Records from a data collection
* * *

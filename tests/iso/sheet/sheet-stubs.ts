/** A hand-made model and drawing: what composing needs, without building or drawing anything. Values are invented. */
import type { CutTerm, Drawing, Joint, Leg, LegendKey, Model, Piece, RevisionState, RunDocument, SheetInput, SheetSize, Spool } from "@/iso";
import { parseRunDocument } from "@/iso";

const INCH = 25.4;
const provenance = { kind: "measured", toleranceMm: null, by: null, at: null, second: null } as const;

/** A document with one run of so many points; only its settings matter here. */
export function stubDocument(notes: readonly string[] = []): RunDocument {
  const zero = { text: "0", mm: 0 };
  const parsed = parseRunDocument({
    version: 1, number: "4-CW-1207-A1", title: "Cooling water return", notes,
    settings: {
      units: "imperial", pipe: { nps: "4", schedule: "STD", material: "A106 Gr B", specification: "CS150" }, elbow: "LR", ratingClass: 150,
      allowances: { rootGapMm: 3.175, socketPullBackMm: 1.5875, gasketMm: 3.175, slipOnSettingMm: 6.35 },
      standardElbowWithinDeg: 3, minimumPupMm: null, fieldTrimMm: 152.4, faceIncludesGasket: false, shippingBoxMm: [12192, 2438, 2438],
      asEntered: { insulation: "none", pwht: "none", nde: "5 % RT", test: "hydro, see test pack 14", paint: "system B2" },
    },
    runs: [{ id: "main", from: null, points: [{ id: "p1", offset: { kind: "enu", e: zero, n: zero, u: zero } }] }],
  });
  if (!parsed.ok) throw new Error(parsed.messages.join(" "));
  return parsed.document;
}

const term = (kind: CutTerm["kind"], label: string, inches: number, unconfirmed = false): CutTerm => ({
  kind, label, valueMm: inches * INCH, componentId: null, source: null, unconfirmed,
});

function stubPiece(index: number): Piece {
  const span = 37.5 + index * 1.25;
  const terms = [
    term("centre-to-centre", "face to centre", span), term("take-out", "weld-neck hub", -3), term("take-out", "LR 90 take-out", -6, index === 1),
    term("root-gap", "root gap", -0.125), term("root-gap", "root gap", -0.125), ...(index === 2 ? [term("trim", "field trim", 6)] : []),
  ];
  return {
    key: `p${index}:1`, mark: `P${index}`, legId: `p${index}`, runId: "main", nps: "4", schedule: "STD", material: "A106 Gr B",
    odMm: 114.3, wallMm: 6.02, start: [0, 0, 0], end: [1000, 0, 0], direction: [1, 0, 0], terms,
    cutLengthMm: terms.reduce((sum, one) => sum + one.valueMm, 0),
    ends: [{ prep: "bevel", jointKey: null }, { prep: "bevel", jointKey: null }], weightKg: 10, weightSource: "B36.10M", spool: "A",
  };
}

function stubJoint(index: number, count: number): Joint {
  return {
    key: `p${index}:in`, pointId: `p${index}`, kind: "butt", place: index === count ? "field-fit" : index % 7 === 6 ? "field" : "shop", number: String(index),
    position: [0, 0, 0], direction: [1, 0, 0], a: null, b: null, nps: "4", mismatchRad: index === 3 ? 0.0208 : 0, gapMm: 3.175, spool: "A",
  };
}

const stubLeg = (index: number): Leg => ({
  id: `p${index}`, runId: "main", fromPointId: `p${index - 1}`, toPointId: `p${index}`, from: [0, 0, 0], to: [1000, 0, 0], lengthMm: 1000,
  direction: [1, 0, 0], nps: "4", provenance, unverified: index === 2,
});

/** A model with so many pieces and two welds for each. */
export function stubModel(pieceCount: number, document: RunDocument = stubDocument()): Model {
  const pieces = Array.from({ length: pieceCount }, (_, index) => stubPiece(index + 1));
  const joints = Array.from({ length: pieceCount * 2 }, (_, index) => stubJoint(index + 1, pieceCount * 2));
  const names = ["Pipe, seamless, BE", "Elbow 90 LR, BW", "Flange weld neck RF, class 150", "Gasket, spiral wound, class 150", "Gate valve, flanged RF, class 150, handwheel operated"];
  const spool: Spool = {
    letter: "A", anchor: "p1", componentIds: [], pieceKeys: pieces.map((piece) => piece.key), jointKeys: joints.map((joint) => joint.key),
    materials: names.map((description, index) => ({
      item: index + 1, quantity: index === 0 ? 3211.5 : index, unit: index === 0 ? "mm" : "ea", size: "NPS 4 STD", description,
      material: index === 0 ? "A106 Gr B" : "A234 WPB", weightKg: null, source: "B16.9", refs: [],
    })),
    weightKg: 96.4, unweighed: 1, centreOfGravity: [0, 0, 0], boxMm: [1000, 500, 2000], content: "",
  };
  return { document, nodes: [], legs: pieces.map((_, index) => stubLeg(index + 1)), components: [], joints, pieces, spools: [spool], problems: [] };
}

const LEGEND: readonly LegendKey[] = [
  "shop-weld", "field-weld", "field-fit-weld", "material-item", "weld-number", "cut-piece", "spool", "flow", "support", "revision", "reference-dimension", "unverified",
];

/** A drawing that only inks the corners of its room. */
export function stubDraw({ widthMm, heightMm }: { readonly widthMm: number; readonly heightMm: number }): readonly Drawing[] {
  const corner = (x: number, y: number, dx: number, dy: number) => [
    { type: "line", layer: "pipe", ref: null, from: [x, y], to: [x + dx, y], widthMm: 0.7, ink: "ink" } as const,
    { type: "line", layer: "pipe", ref: null, from: [x, y], to: [x, y + dy], widthMm: 0.7, ink: "ink" } as const,
  ];
  return [{
    view: 1, widthMm, heightMm, legend: LEGEND, shown: [], bounds: { minX: 0, minY: 0, maxX: widthMm, maxY: heightMm },
    report: { labels: 0, clean: 0, overlaps: 0, touches: 0, meanLeaderMm: 0, p95LeaderMm: 0 },
    items: [...corner(0, 0, 9, 9), ...corner(widthMm, 0, -9, 9), ...corner(0, heightMm, 9, -9), ...corner(widthMm, heightMm, -9, -9)],
  }];
}

/** A sheet input round a document, in any state. */
export function stubInput(size: SheetSize, state: RevisionState, document: RunDocument = stubDocument()): SheetInput {
  const rows = ["A", "B", "C"].map((code, index) => ({
    code, description: index === 0 ? "For review" : "Face to face corrected after survey", date: `2025-0${index + 2}-14`, by: "R. Castell", checked: "M. Oduya", approved: "M. Oduya",
  }));
  return {
    version: 1, document, marks: { version: 1, sticky: true, welds: {}, pieces: {}, spools: {}, voided: [{ kind: "weld", mark: "7", key: "gone:in" }] },
    takeOuts: [], spool: "A", size, units: document.settings.units,
    titleBlock: {
      shopName: "Halyard Pipe & Spool", client: "Brightwater Dairy Cooperative", project: "Evaporator 2 cooling water", jobNumber: "25-041", area: "Unit 12, pipe rack east",
      fields: [{ label: "PO no.", value: "88-10422" }, { label: "Test pack", value: "TP-14" }], logo: null,
    },
    revision: {
      sheetNumber: "HPS-0147", code: "C", state, hold: false, rows, drawnBy: "R. Castell", checkedBy: "M. Oduya", issuedAt: "2025-04-14T15:20:00Z",
      statusUrl: "https://sheets.halyard.example/status/9fK2mQx7Rb4TzWc1Yh8LpA", auditHead: "3f9a1c77d2e84b06a5c1f0e9b7d86a42c3f9a1c77d2e84b06a5c1f0e9b7d86a4",
      changedPointIds: [], accepted: [{ pointId: "p2", by: "M. Oduya" }],
    },
  };
}
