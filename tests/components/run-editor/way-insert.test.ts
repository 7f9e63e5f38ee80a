import { describe, expect, it } from "vitest";
import { buildModel, emptyMarks, quickWays, threeElbowWays, type Model, type RunDocument, type Way, type WaysInput } from "@/iso";
import { EMPTY_END, type ClosingForm } from "@/components/run-editor/closing-form";
import { planWayInsert } from "@/components/run-editor/closing-insert";
import { layWay, type Spot } from "../../oracle/lay-way";
import { emptyDocument, testStamp } from "./fixtures";

const IN = 25.4;
const MEETS_MM = 1e-6;
/** Cut lengths of two programs agree to float noise of typed texts, mm. */
const CUT_MM = 1e-6;
const FORM: ClosingForm = { nps: "4", rootGap: "1/8", end0: { ...EMPTY_END, direction: "E" }, end1: { ...EMPTY_END } };

function input(change: Partial<WaysInput> = {}): WaysInput {
  return {
    end0: { position: [0, 0, 0], direction: [1, 0, 0], nps: "4", straightMm: 0 },
    end1: { position: [48 * IN, 40 * IN, 30 * IN], direction: [0, -1, 0], nps: "4", straightMm: 0 },
    schedule: "STD", rootGapMm: IN / 8, angles: [90, 60, 45], radii: ["LR", "SR"], trimMaxDeg: 90, minimumPupMm: null, keepOuts: [], units: "imperial", takeOuts: [], ...change,
  };
}

function inserted(way: Way, asked: WaysInput): Model {
  const document: RunDocument = emptyDocument();
  const plan = planWayInsert(FORM, way, asked, buildModel(document, emptyMarks(), []), testStamp());
  if (!plan.ok) throw new Error(plan.message);
  return buildModel(plan.document, emptyMarks(), []);
}

/** Walked with the model's own cut pieces and, by hand from ASME B16.9 NPS 4, LR 90 6, LR 45 2 1/2, SR 90 4; others R·tan(θ/2). */
function reachIn(way: Way): number[] {
  return way.turns.map(({ fitting, angleRad }) => {
    if (fitting.make === "mitre") return (way.turns[0]!.radiusMm / IN) * (fitting.pieces === 2 ? 0 : Math.tan(angleRad / 2) - Math.tan(angleRad / (fitting.pieces - 1) / 2));
    if (fitting.whole && fitting.tabulated) return fitting.name === "LR 45" ? 2.5 : fitting.radius === "LR" ? 6 : 4;
    return (fitting.radius === "LR" ? 6 : 4) * Math.tan(angleRad / 2);
  });
}

/** Lays the model's pieces between the points that the model has, and says how far from the fixed end the last one ends. */
function missMm(model: Model, way: Way, asked: WaysInput): number {
  const nodes = model.nodes.map((node) => node.position);
  const straights = nodes.slice(1).map((to, j) => {
    const from = nodes[j]!;
    const size = Math.hypot(...to.map((x, i) => x - from[i as 0]));
    const piece = model.pieces.find((each) => each.legId === model.nodes[j + 1]!.pointId);
    return { direction: to.map((x, i) => (x - from[i as 0]) / size) as unknown as Spot, cut: piece?.cutLengthMm ?? null };
  });
  const { end } = layWay(nodes[0]!, straights, reachIn(way).map((x) => x * IN), IN / 8);
  const goal = asked.end1.position;
  return Math.hypot(...end.map((x, i) => x - goal[i as 0]));
}

describe("a way inserted into the run", () => {
  it("reaches the fixed end by its own cut lengths, for every way of whole and trimmed elbows of two questions", () => {
    for (const asked of [input(), input({ end1: { position: [36 * IN, 30 * IN, 0], direction: [-1, 0, 0], nps: "4", straightMm: 0 } })]) {
      const quick = quickWays(asked);
      if (!quick.ok) throw new Error(quick.sentence);
      const three = threeElbowWays({ ...asked, angles: [90, 45], radii: ["LR"] }).ways;
      const ways = [...quick.ways.filter((way) => way.kind !== "mitre" && way.kind !== "field-trim"), ...three.slice(0, 25)];
      expect(new Set(ways.map((way) => way.kind)).size).toBeGreaterThanOrEqual(3);
      for (const way of ways) {
        const model = inserted(way, asked);
        expect(model.problems.filter((problem) => problem.severity === "stop"), way.id).toEqual([]);
        expect(missMm(model, way, asked), way.id).toBeLessThan(MEETS_MM);
        expect(model.pieces.map((piece) => piece.cutLengthMm), way.id).toEqual(way.cuts.map((cut) => expect.closeTo(cut, 6)));
        expect(model.joints.filter((joint) => joint.kind === "butt"), way.id).toHaveLength(way.welds);
        const last = model.nodes[model.nodes.length - 1]!.position;
        expect(Math.hypot(...last.map((x, i) => x - asked.end1.position[i as 0]))).toBeLessThan(MEETS_MM);
      }
    }
  });

  it("weighs what the model weighs: LR 90s by the published table, the rest along the centre line", () => {
    const asked = input();
    const quick = quickWays(asked);
    if (!quick.ok) throw new Error(quick.sentence);
    for (const way of quick.ways.filter((each) => each.kind === "two-standard" || each.kind === "one-trimmed").slice(0, 20)) {
      const model = inserted(way, asked);
      const kg = [...model.pieces, ...model.components].reduce((sum, part) => sum + (part.weightKg ?? 0), 0);
      expect(way.weightKg, way.id).toBeCloseTo(kg, 6);
    }
  });

  it("takes mitres with their segments, and a reducer with its length (4 in for 4 x 3, ASME B16.9)", () => {
    const asked = input();
    const quick = quickWays(asked);
    if (!quick.ok) throw new Error(quick.sentence);
    const mitres = quick.ways.filter((way) => way.kind === "mitre");
    expect(mitres.map((way) => way.welds)).toEqual([4, 6, 8, 10]);
    for (const way of mitres) {
      const model = inserted(way, asked);
      expect(model.pieces.map((piece) => piece.cutLengthMm).sort()).toEqual([...way.cuts].sort().map((cut) => expect.closeTo(cut, 6)));
      expect(model.joints.filter((joint) => joint.kind === "butt" || joint.kind === "mitre")).toHaveLength(way.welds);
    }
    const reduced = input({ end1: { ...input().end1, nps: "3" } });
    const ways = quickWays(reduced);
    if (!ways.ok) throw new Error(ways.sentence);
    const pair = ways.ways.filter((way) => way.kind === "two-standard" || way.kind === "trimmed-pair");
    expect(pair.length).toBeGreaterThan(3);
    for (const way of pair) {
      const model = inserted(way, reduced);
      expect(model.components.filter((component) => component.kind === "reducer-concentric")).toHaveLength(1);
      expect(model.pieces.map((piece) => piece.cutLengthMm), way.title).toEqual(way.cuts.map((cut) => expect.closeTo(cut, 6)));
      expect(way.straights.find((straight) => straight.reducer)?.reducer?.lengthMm).toBeCloseTo(4 * IN, 9);
    }
  });

  it("moves an end that is cut back, and refuses where the end is a fitting", () => {
    const asked = input({ end1: { position: [36 * IN, 30 * IN, 0], direction: [-1, 0, 0], nps: "4", straightMm: 0 }, angles: [45], radii: ["LR"], trimMaxDeg: 0 });
    const quick = quickWays(asked);
    if (!quick.ok) throw new Error(quick.sentence);
    const trimmed = quick.ways.find((way) => way.kind === "field-trim");
    if (!trimmed) throw new Error("no trim opens two 45s");
    const moved = Math.abs(trimmed.trims.end0Mm) + Math.abs(trimmed.trims.end1Mm);
    expect(moved).toBeGreaterThan(CUT_MM);
    const model = inserted(trimmed, asked);
    expect(model.pieces.map((piece) => piece.cutLengthMm)).toEqual(trimmed.cuts.map((cut) => expect.closeTo(cut, 6)));
    const last = model.nodes[model.nodes.length - 1]!.position;
    const first = model.nodes[0]!.position;
    expect(first[0]).toBeCloseTo(-trimmed.trims.end0Mm, 6);
    expect(last[0]).toBeCloseTo(36 * IN + trimmed.trims.end1Mm, 6);
    const fixed = { ...asked, end0: { ...asked.end0, fixed: true }, end1: { ...asked.end1, fixed: true } };
    expect(planWayInsert(FORM, trimmed, fixed, buildModel(emptyDocument(), emptyMarks(), []), testStamp())).toMatchObject({ ok: false, message: expect.stringContaining("cut back") });
  });
});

* * *

From the records above, pull out every line containing the word "Error".

  if (!parsed.ok) throw new Error(parsed.messages.join(" "));
  if (!plan.ok) throw new Error(plan.message);
      if (!quick.ok) throw new Error(quick.sentence);
    if (!quick.ok) throw new Error(quick.sentence);
    if (!quick.ok) throw new Error(quick.sentence);
    if (!ways.ok) throw new Error(ways.sentence);
    if (!quick.ok) throw new Error(quick.sentence);
    if (!trimmed) throw new Error("no trim opens two 45s");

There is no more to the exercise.